1. Implement a PRM planner for a multi-link (at least four) robot arm.

The PRM variant I implemented for this assignment is the RRT. I chose this over the traditional PRM because RRTs seem to be what's used in practice lately and are something that I wanted more experience with. This proved to be a fruitful experience because though the algorithm is remarkably simple, there are subtleties to making it work well.

I implemented the RRT planner for a multi-link arm in 2-D. Below are examples for a 4-link and 8-link arm. The world is centered at the fixed base of the arm and includes arbitrary polygonal obstacles.

The algorithm proceeds roughly as follows:

1. Create an explicit search tree comprised of the singleton start state.
2. While !s.isReachable(goalstate) for all s in tree:
   1. s_rand = generate_random_config
   2. s_nearest = find_nearest(s_rand)
   3. if (s_new = expand_tree(s_nearest, s_rand)) != NULL:
      1. add_child(s_nearest, s_new)

Component explanation:

1. States. A state is comprised of a robot configuration, in the form of a tuple of joint angles, one for each joint of the arm.
2. s1.isReachable(s2). This is a function that returns true iff s2 can be reached from s1 by merely linearly interpolating the joint angles between each without any part of the arm intersecting an obstacle along the way. This test is performed by sampling the line of configurations between the two at a resolution that is adapted to be proportional to the speed of the end-effector during the trajectory.
3. generate_random_config. This function returns a robot configuration with joint angles each independently uniformly sampled from (-Pi,Pi]. A goal bias is introduced here so that 20% of the time, the goal state is returned instead of an actual random configuration. This is to bias the search towards the location of the goal.
4. find_nearest(s).
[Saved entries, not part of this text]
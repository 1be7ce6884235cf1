import { sql, type SqlBool } from 'kysely'
import type { Actor } from '@/lib/auth/actor'
import type { Db } from '@/lib/db/client'
import { listJarsOf, type JarRow } from '@/lib/jar/queries/jars'
import { listChoices } from '@/lib/list/queries/choices'
import { pageOf } from '@/lib/list/queries/page'
import { likeTyped, naturally, type Source } from '@/lib/list/queries/source'
import type { ListQuery } from '@/lib/list/schema'
import { getStudyHead, listStudyBatches } from './head'
import { headOf } from './sheet'

type Query = ListQuery<'station' | 'batch' | 'kind' | 'state'>

/** One page of a study's jars in the order in which they stand, and how many there are of each kind. */
export async function listStudyJars(db: Db, actor: Actor, code: string, query: Query) {
  const study = await getStudyHead(db, actor, code)
  const batches = await listStudyBatches(db, study.id)
  const page = await pageOf(db, jarSource(db, actor, study.id, query), query)
  const counts = await countJars(db, study.id)
  const { station } = await listChoices(db, actor)
  const choices = { station, batch: batches.map((batch) => batch.code) }
  return { study: headOf(study), batches, ...page, counts, choices }
}
export type StudyJarsPage = Awaited<ReturnType<typeof listStudyJars>>

export function jarSource(db: Db, actor: Actor, studyId: string, { q, filters }: Query): Source<JarRow> {
  const { station, batch, kind, state } = filters
  const typed = likeTyped(q.replace(/^[^·]{1,3}·/, ''))
  return {
    from: sql`jar join batch on batch.id = jar.batch_id
      left join study_station on study_station.id = jar.study_station_id
      left join station on station.id = jar.station_id`,
    where: [
      sql<SqlBool>`jar.study_id = ${studyId}`,
      ...(q
        ? [
            sql<SqlBool>`(jar.code ilike ${typed} or batch.code ilike ${typed} or station.name ilike ${typed}
              or jar.set_aside_for ilike ${typed})`,
          ]
        : []),
      ...(station ? [sql<SqlBool>`station.name = ${station}`] : []),
      ...(batch ? [sql<SqlBool>`batch.code = ${batch}`] : []),
      ...(kind ? [sql<SqlBool>`jar.kind = ${kind}`] : []),
      ...(state ? [sql<SqlBool>`jar.state = ${state}`] : []),
    ],
    id: sql`jar.id`,
    idKind: 'uuid',
    sorts: {
      code: naturally('jar.code'),
      kind: { by: sql`jar.kind`, kind: 'text' },
      batch: naturally('batch.code'),
      station: { by: sql`study_station.temperature_c`, kind: 'number' },
      state: { by: sql`jar.state`, kind: 'text' },
      // As one walks: the stations of the study, their shelves from the top, what stands nowhere at the end.
      place: {
        by: sql`(coalesce(study_station.position, 999) || ' ' || coalesce(jar.shelf, 999) || ' '
          || coalesce(jar.place, 999) || ' ' || jar.code) collate natural_order`,
        kind: 'text',
      },
      next: {
        by: sql`(select min(pull.due_on) from pull_jar join pull on pull.id = pull_jar.pull_id
          where pull_jar.jar_id = jar.id and pull_jar.state in ('due', 'resting'))`,
        kind: 'day',
      },
      fill: { by: sql`jar.gross_g - jar.tare_g`, kind: 'number' },
      tare: { by: sql`jar.tare_g`, kind: 'number' },
      gross: { by: sql`jar.gross_g`, kind: 'number' },
    },
    rows: (ids) => listJarsOf(db, actor, ids),
    idOf: (jar) => jar.id,
  }
}

async function countJars(db: Db, studyId: string) {
  const rows = await db
    .selectFrom('jar')
    .select((eb) => [
      'kind',
      eb.fn.countAll<number>().as('count'),
      eb.fn.countAll<number>().filterWhere('state', 'in', ['stored', 'resting']).as('standing'),
    ])
    .where('studyId', '=', studyId)
    .groupBy('kind')
    .execute()
  const sum = (of: 'count' | 'standing') => rows.reduce((all, row) => all + row[of], 0)
  return { all: sum('count'), standing: sum('standing'), kinds: rows }
}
This function returns the node in the search tree ``nearest'' the state s. I experimented with two metrics for this purpose: euclidean distance between end-effector positions (orientation disregarded) and sum-of-squares difference (around the unit circle) in the joint angle vectors. Both appeared to work about as well as the other. For this assignment, I implemented this naively by exhaustively comparing against every node in the existing tree. This slowed the planner significantly and should be replaced by a fancier data structure such as a KD tree.
5. expand_tree(s1, s2). This function attempts to expand the search tree by returning a new state that lies on the linear spline between s1 (a node already in the search tree) and s2 (a node outside the search tree). This is performed by progressively sampling along this line (again with adaptive resolution) and stopping when either an obstacle is hit or s2 is reached. The state at that point is returned.
6. add_child(s1, s2). This function inserts s2 into the search tree -- of which s1 is already a member -- as a child of s1.

Examples

Initial configuration:

Configurations searched:

Final configuration:

Initial configuration:

Configurations searched:

Final configuration:

Videos: Available here

Source code: Available here

This appears to compile and run fine on linux.andrew.cmu.edu, and should do the same on most other Linux systems. No attempt was made to target other OSes.